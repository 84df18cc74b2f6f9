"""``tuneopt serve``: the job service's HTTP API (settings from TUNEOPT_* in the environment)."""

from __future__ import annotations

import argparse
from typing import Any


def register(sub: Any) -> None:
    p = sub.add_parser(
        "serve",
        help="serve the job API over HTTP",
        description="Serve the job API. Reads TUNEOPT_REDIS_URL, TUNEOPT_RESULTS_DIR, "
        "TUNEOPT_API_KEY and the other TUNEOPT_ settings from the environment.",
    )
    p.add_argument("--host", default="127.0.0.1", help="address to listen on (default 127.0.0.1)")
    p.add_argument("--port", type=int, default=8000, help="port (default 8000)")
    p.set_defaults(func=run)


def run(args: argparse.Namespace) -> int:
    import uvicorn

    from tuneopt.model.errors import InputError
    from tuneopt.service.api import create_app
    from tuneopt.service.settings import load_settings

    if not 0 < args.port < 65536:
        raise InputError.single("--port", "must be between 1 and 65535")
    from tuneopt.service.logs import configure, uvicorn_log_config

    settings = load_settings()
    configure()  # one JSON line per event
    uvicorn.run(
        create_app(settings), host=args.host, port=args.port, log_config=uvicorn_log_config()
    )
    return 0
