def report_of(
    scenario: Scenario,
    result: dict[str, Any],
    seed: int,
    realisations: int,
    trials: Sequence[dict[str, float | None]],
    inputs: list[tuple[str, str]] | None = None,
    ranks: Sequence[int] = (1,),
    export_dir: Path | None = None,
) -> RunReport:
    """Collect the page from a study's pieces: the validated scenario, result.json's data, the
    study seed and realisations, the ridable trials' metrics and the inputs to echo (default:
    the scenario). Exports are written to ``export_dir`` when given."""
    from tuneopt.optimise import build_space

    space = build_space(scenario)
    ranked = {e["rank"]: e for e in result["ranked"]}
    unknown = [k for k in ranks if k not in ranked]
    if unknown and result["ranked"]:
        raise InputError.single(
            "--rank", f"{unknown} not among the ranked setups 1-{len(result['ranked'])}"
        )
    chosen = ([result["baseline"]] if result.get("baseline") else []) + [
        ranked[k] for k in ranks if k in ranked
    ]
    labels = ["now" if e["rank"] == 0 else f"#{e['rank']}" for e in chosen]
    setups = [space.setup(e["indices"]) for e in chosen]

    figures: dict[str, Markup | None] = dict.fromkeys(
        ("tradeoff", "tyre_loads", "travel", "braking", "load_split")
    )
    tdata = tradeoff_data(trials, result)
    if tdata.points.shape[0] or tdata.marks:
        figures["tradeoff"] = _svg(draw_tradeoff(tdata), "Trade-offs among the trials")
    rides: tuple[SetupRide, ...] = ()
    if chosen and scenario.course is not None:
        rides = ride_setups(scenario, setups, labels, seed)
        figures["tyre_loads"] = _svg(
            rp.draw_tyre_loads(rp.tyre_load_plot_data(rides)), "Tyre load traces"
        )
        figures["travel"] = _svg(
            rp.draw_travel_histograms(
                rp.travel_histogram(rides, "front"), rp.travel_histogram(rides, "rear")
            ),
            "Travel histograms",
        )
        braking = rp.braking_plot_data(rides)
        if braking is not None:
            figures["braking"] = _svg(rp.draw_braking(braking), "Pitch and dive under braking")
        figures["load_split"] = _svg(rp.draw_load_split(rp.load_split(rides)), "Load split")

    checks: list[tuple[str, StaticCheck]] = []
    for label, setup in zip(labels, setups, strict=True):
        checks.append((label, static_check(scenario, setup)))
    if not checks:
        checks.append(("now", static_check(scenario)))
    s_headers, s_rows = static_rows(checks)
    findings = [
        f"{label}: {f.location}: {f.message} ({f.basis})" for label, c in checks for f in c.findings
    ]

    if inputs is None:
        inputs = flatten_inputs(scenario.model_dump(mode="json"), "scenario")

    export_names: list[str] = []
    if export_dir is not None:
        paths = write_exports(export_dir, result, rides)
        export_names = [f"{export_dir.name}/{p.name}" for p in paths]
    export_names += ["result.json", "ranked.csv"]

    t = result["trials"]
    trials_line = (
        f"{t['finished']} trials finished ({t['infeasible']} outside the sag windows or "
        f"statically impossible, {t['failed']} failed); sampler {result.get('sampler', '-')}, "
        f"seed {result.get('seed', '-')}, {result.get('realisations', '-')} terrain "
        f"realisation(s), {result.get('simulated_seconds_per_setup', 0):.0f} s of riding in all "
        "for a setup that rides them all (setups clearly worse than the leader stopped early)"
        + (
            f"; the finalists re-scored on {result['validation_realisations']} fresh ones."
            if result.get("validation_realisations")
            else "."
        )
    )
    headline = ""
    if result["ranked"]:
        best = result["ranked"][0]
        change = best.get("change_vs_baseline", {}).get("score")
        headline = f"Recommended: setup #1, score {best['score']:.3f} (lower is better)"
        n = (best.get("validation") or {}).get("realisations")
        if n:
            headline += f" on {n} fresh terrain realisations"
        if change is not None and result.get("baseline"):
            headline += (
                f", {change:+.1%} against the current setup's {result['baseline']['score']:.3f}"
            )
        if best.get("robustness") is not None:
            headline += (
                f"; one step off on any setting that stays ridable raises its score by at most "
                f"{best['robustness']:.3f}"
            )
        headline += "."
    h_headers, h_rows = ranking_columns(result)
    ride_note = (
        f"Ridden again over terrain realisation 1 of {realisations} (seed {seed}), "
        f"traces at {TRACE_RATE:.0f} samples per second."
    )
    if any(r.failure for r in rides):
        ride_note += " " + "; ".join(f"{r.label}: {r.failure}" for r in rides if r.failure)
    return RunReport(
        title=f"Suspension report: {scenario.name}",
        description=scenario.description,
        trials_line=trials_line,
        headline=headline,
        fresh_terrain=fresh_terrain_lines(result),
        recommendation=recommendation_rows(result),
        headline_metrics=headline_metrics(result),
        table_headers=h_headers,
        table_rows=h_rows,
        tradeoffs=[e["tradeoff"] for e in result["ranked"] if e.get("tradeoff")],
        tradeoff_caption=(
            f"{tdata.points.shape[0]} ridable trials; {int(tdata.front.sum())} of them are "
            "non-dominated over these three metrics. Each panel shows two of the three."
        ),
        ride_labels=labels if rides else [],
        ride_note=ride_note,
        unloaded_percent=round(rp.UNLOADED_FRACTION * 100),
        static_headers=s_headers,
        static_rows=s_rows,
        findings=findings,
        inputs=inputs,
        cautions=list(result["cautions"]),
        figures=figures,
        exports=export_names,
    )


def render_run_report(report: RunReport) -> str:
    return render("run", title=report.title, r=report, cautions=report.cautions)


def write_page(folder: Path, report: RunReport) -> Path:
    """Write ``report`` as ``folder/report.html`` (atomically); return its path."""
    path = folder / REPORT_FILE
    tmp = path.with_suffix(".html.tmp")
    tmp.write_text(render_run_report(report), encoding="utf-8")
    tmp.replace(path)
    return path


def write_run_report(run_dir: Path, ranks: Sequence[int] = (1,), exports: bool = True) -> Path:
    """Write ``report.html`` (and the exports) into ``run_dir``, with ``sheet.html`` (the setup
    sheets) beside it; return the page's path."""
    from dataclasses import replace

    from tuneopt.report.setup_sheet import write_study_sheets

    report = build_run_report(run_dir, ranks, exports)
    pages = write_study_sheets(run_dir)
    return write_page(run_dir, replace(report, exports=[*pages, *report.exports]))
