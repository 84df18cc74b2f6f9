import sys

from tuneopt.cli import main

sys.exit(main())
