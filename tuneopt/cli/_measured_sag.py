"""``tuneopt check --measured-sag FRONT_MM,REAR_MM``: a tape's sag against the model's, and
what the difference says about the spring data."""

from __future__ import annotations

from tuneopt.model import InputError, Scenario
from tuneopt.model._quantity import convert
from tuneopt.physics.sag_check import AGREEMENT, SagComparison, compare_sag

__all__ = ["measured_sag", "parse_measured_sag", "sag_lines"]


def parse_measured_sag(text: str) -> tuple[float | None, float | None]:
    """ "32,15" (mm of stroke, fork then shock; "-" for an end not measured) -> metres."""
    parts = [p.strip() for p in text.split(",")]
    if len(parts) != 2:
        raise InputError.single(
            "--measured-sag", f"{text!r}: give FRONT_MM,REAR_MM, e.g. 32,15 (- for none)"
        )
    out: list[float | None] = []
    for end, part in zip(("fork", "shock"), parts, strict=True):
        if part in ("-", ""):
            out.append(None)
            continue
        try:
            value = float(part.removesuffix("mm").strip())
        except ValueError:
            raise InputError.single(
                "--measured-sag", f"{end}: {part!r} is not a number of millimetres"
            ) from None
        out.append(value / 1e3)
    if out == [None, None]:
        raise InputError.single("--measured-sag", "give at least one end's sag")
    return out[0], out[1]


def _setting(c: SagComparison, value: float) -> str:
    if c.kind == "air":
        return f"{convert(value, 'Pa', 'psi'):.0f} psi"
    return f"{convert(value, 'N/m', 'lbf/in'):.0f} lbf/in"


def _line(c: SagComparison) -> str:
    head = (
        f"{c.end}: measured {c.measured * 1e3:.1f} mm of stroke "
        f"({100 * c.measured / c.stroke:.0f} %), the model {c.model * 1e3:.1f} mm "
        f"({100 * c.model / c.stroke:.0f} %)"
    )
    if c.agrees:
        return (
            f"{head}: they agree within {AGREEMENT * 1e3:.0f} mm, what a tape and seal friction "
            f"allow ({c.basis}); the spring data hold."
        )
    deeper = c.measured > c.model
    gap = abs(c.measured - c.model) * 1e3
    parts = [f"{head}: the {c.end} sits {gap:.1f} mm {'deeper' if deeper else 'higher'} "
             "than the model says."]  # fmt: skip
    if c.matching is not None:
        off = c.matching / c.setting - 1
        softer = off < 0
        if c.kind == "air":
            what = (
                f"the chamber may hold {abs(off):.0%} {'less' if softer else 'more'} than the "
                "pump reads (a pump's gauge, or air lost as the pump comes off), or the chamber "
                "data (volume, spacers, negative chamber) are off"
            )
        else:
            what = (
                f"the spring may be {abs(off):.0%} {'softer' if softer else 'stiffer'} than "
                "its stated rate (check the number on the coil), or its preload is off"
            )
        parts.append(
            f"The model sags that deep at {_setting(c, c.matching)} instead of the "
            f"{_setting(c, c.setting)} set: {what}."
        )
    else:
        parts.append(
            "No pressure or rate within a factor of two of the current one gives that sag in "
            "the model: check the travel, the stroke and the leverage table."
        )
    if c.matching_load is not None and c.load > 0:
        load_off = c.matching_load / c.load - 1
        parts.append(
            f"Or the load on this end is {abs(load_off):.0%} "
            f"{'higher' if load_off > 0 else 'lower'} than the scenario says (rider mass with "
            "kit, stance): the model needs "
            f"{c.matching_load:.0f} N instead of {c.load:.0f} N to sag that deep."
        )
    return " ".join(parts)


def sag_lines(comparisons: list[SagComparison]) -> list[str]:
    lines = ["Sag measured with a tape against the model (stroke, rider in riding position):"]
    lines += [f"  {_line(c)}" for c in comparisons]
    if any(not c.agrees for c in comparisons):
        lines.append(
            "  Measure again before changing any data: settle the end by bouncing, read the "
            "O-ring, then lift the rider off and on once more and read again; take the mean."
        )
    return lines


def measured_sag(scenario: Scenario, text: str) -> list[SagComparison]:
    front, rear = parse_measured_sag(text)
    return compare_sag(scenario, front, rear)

* [Your objective]: The lines above from the one with "job API over" through the one with "to listen on" are to be duplicated exactly, ends included, with nothing added.

* [Response]:
        help="serve the job API over HTTP",
        description="Serve the job API. Reads TUNEOPT_REDIS_URL, TUNEOPT_RESULTS_DIR, "
        "TUNEOPT_API_KEY and the other TUNEOPT_ settings from the environment.",
    )
    p.add_argument("--host", default="127.0.0.1", help="address to listen on (default 127.0.0.1)")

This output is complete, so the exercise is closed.